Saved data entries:
■ ■ ■ ■ ■ ■ ■

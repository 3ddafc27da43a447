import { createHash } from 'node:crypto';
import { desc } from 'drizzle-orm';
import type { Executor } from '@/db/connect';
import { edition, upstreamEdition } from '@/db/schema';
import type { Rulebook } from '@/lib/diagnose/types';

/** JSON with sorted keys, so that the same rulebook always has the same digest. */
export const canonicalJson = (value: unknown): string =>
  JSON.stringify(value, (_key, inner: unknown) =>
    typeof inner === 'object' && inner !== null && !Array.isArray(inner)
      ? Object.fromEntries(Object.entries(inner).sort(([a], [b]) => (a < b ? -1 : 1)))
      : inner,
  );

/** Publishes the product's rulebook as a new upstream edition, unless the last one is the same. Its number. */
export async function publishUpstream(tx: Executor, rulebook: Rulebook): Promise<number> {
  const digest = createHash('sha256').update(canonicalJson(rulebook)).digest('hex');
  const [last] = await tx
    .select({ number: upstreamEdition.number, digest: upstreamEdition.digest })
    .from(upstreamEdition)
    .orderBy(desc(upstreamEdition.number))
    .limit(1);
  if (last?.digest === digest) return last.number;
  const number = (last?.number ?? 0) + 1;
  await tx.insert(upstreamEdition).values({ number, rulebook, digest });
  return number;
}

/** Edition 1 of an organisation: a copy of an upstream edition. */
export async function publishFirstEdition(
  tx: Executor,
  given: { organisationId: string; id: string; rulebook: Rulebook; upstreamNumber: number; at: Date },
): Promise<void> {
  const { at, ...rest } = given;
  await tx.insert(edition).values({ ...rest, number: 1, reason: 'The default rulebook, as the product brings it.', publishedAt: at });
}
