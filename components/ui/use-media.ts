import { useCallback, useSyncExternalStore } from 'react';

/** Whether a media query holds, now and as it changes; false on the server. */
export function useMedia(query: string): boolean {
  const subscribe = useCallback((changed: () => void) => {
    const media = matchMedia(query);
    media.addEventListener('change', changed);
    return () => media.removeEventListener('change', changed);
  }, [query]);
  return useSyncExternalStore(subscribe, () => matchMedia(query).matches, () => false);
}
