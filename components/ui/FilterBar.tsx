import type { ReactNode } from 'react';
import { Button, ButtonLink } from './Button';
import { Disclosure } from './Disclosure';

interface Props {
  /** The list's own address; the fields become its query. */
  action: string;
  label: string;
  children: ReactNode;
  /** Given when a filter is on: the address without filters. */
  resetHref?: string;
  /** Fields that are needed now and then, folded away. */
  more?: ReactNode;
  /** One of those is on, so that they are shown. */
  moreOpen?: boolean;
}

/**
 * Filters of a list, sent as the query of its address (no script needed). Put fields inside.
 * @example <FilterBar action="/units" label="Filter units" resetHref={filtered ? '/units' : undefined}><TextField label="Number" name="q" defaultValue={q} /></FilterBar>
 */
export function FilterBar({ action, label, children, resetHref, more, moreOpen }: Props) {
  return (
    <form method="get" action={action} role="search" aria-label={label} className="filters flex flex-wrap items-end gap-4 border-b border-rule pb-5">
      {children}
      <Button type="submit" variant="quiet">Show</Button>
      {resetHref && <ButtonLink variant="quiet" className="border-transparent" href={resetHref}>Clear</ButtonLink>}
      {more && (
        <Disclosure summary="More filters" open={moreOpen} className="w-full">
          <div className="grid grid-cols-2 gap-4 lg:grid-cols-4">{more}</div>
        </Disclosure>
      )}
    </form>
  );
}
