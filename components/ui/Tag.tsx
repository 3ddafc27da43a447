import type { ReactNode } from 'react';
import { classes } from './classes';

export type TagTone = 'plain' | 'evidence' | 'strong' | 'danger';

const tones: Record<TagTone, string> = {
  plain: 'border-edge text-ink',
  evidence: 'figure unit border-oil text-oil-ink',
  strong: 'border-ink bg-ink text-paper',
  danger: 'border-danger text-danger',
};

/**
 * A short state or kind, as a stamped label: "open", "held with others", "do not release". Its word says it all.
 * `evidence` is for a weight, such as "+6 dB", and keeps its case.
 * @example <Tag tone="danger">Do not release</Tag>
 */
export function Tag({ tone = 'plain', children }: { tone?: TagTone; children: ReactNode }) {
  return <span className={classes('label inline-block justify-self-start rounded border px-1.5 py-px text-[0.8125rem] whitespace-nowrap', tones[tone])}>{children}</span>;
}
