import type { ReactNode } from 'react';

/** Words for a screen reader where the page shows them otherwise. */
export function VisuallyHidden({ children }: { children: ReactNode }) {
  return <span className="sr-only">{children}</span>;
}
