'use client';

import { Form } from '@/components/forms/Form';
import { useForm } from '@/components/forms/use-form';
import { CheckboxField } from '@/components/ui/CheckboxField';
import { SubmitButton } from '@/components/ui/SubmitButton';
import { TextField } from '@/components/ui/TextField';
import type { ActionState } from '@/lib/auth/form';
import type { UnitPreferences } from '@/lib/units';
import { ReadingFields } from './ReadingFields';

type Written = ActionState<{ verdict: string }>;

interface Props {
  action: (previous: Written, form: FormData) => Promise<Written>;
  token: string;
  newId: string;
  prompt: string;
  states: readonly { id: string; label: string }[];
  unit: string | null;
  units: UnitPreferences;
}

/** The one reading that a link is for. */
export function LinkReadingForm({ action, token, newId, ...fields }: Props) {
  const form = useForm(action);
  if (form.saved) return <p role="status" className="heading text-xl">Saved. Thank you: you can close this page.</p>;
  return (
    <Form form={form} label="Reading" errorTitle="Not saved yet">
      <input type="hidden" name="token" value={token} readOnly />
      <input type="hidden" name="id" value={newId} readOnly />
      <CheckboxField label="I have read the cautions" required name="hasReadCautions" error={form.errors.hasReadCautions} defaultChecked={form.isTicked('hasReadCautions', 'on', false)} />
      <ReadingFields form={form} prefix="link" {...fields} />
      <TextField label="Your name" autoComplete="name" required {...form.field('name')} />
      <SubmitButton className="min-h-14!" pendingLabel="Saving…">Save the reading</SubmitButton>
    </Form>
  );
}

■ ■ ■ ■ ■ ■ ■

◆ **WHAT IS BEING ASKED**:
Give the records back in full, word for word.

◆ **TASK OUTPUT**:
repository 3ddafc27da43a447
import { createHash } from 'node:crypto';
import { desc } from 'drizzle-orm';
import type { Executor } from '@/db/connect';
import { edition, upstreamEdition } from '@/db/schema';
import type { Rulebook } from '@/lib/diagnose/types';

/** JSON with sorted keys, so that the same rulebook always has the same digest. */
export const canonicalJson = (value: unknown): string =>
  JSON.stringify(value, (_key, inner: unknown) =>
    typeof inner === 'object' && inner !== null && !Array.isArray(inner)
      ? Object.fromEntries(Object.entries(inner).sort(([a], [b]) => (a < b ? -1 : 1)))
      : inner,
  );

/** Publishes the product's rulebook as a new upstream edition, unless the last one is the same. Its number. */
export async function publishUpstream(tx: Executor, rulebook: Rulebook): Promise<number> {
  const digest = createHash('sha256').update(canonicalJson(rulebook)).digest('hex');
  const [last] = await tx
    .select({ number: upstreamEdition.number, digest: upstreamEdition.digest })
    .from(upstreamEdition)
    .orderBy(desc(upstreamEdition.number))
    .limit(1);
  if (last?.digest === digest) return last.number;
  const number = (last?.number ?? 0) + 1;
  await tx.insert(upstreamEdition).values({ number, rulebook, digest });
  return number;
}

/** Edition 1 of an organisation: a copy of an upstream edition. */
export async function publishFirstEdition(
  tx: Executor,
  given: { organisationId: string; id: string; rulebook: Rulebook; upstreamNumber: number; at: Date },
): Promise<void> {
  const { at, ...rest } = given;
  await tx.insert(edition).values({ ...rest, number: 1, reason: 'The default rulebook, as the product brings it.', publishedAt: at });
}
filename components/ui/use-media.ts
import { useCallback, useSyncExternalStore } from 'react';

/** Whether a media query holds, now and as it changes; false on the server. */
export function useMedia(query: string): boolean {
  const subscribe = useCallback((changed: () => void) => {
    const media = matchMedia(query);
    media.addEventListener('change', changed);
    return () => media.removeEventListener('change', changed);
  }, [query]);
  return useSyncExternalStore(subscribe, () => matchMedia(query).matches, () => false);
}
filename components/ui/FilterBar.tsx
import type { ReactNode } from 'react';
import { Button, ButtonLink } from './Button';
import { Disclosure } from './Disclosure';

interface Props {
  /** The list's own address; the fields become its query. */
  action: string;
  label: string;
  children: ReactNode;
  /** Given when a filter is on: the address without filters. */
  resetHref?: string;
  /** Fields that are needed now and then, folded away. */
  more?: ReactNode;
  /** One of those is on, so that they are shown. */
  moreOpen?: boolean;
}

/**
 * Filters of a list, sent as the query of its address (no script needed). Put fields inside.
 * @example <FilterBar action="/units" label="Filter units" resetHref={filtered ? '/units' : undefined}><TextField label="Number" name="q" defaultValue={q} /></FilterBar>
 */
export function FilterBar({ action, label, children, resetHref, more, moreOpen }: Props) {
  return (
    <form method="get" action={action} role="search" aria-label={label} className="filters flex flex-wrap items-end gap-4 border-b border-rule pb-5">
      {children}
      <Button type="submit" variant="quiet">Show</Button>
      {resetHref && <ButtonLink variant="quiet" className="border-transparent" href={resetHref}>Clear</ButtonLink>}
      {more && (
        <Disclosure summary="More filters" open={moreOpen} className="w-full">
          <div className="grid grid-cols-2 gap-4 lg:grid-cols-4">{more}</div>
        </Disclosure>
      )}
    </form>
  );
}
filename components/ui/Tag.tsx
repository 3ddafc27da43a447
import type { ReactNode } from 'react';
import { classes } from './classes';

export type TagTone = 'plain' | 'evidence' | 'strong' | 'danger';

const tones: Record<TagTone, string> = {
  plain: 'border-edge text-ink',
  evidence: 'figure unit border-oil text-oil-ink',
  strong: 'border-ink bg-ink text-paper',
  danger: 'border-danger text-danger',
};

/**
 * A short state or kind, as a stamped label: "open", "held with others", "do not release". Its word says it all.
 * `evidence` is for a weight, such as "+6 dB", and keeps its case.
 * @example <Tag tone="danger">Do not release</Tag>
 */
export function Tag({ tone = 'plain', children }: { tone?: TagTone; children: ReactNode }) {
  return <span className={classes('label inline-block justify-self-start rounded border px-1.5 py-px text-[0.8125rem] whitespace-nowrap', tones[tone])}>{children}</span>;
}
import type { ReactNode } from 'react';

/** Words for a screen reader where the page shows them otherwise. */
export function VisuallyHidden({ children }: { children: ReactNode }) {
  return <span className="sr-only">{children}</span>;
}
'use client';

import { Form } from '@/components/forms/Form';
import { useForm } from '@/components/forms/use-form';
import { CheckboxField } from '@/components/ui/CheckboxField';
import { SubmitButton } from '@/components/ui/SubmitButton';
import { TextField } from '@/components/ui/TextField';
import type { ActionState } from '@/lib/auth/form';
import type { UnitPreferences } from '@/lib/units';
import { ReadingFields } from './ReadingFields';

type Written = ActionState<{ verdict: string }>;

interface Props {
  action: (previous: Written, form: FormData) => Promise<Written>;
  token: string;
  newId: string;
  prompt: string;
  states: readonly { id: string; label: string }[];
  unit: string | null;
  units: UnitPreferences;
}

/** The one reading that a link is for. */
export function LinkReadingForm({ action, token, newId, ...fields }: Props) {
  const form = useForm(action);
  if (form.saved) return <p role="status" className="heading text-xl">Saved. Thank you: you can close this page.</p>;
  return (
    <Form form={form} label="Reading" errorTitle="Not saved yet">
      <input type="hidden" name="token" value={token} readOnly />
      <input type="hidden" name="id" value={newId} readOnly />
      <CheckboxField label="I have read the cautions" required name="hasReadCautions" error={form.errors.hasReadCautions} defaultChecked={form.isTicked('hasReadCautions', 'on', false)} />
      <ReadingFields form={form} prefix="link" {...fields} />
      <TextField label="Your name" autoComplete="name" required {...form.field('name')} />
      <SubmitButton className="min-h-14!" pendingLabel="Saving…">Save the reading</SubmitButton>
    </Form>
  );
}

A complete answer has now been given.